* YOUR TASK
Which lines of the data below include the string "bool"? Return each of them.

* INPUT
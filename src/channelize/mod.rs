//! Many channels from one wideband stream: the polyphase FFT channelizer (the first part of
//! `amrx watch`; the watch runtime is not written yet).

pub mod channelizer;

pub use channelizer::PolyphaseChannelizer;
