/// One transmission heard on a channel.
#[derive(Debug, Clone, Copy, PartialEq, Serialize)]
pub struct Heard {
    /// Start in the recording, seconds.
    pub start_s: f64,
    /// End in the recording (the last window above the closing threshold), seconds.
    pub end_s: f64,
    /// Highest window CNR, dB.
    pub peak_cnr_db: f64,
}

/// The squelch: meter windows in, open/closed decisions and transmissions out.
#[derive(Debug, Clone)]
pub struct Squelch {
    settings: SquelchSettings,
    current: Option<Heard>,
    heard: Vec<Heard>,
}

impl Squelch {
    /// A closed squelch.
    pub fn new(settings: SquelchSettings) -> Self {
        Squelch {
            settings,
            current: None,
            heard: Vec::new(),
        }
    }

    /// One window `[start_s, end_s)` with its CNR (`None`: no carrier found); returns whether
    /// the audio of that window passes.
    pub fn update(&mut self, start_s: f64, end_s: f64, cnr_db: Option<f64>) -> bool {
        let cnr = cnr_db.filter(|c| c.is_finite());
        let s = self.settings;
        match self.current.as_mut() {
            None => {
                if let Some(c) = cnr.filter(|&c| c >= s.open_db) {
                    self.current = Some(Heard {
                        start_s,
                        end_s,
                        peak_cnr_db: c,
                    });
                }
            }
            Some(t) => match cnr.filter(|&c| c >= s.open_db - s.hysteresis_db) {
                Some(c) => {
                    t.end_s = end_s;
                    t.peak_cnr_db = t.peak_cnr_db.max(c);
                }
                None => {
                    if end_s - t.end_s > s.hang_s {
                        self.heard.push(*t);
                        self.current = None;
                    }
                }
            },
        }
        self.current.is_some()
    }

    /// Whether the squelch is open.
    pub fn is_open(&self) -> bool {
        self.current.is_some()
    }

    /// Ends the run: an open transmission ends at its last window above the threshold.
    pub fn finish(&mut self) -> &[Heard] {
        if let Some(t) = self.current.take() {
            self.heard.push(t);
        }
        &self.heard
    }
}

* YOUR RESPONSE
    pub fn update(&mut self, start_s: f64, end_s: f64, cnr_db: Option<f64>) -> bool {
    pub fn is_open(&self) -> bool {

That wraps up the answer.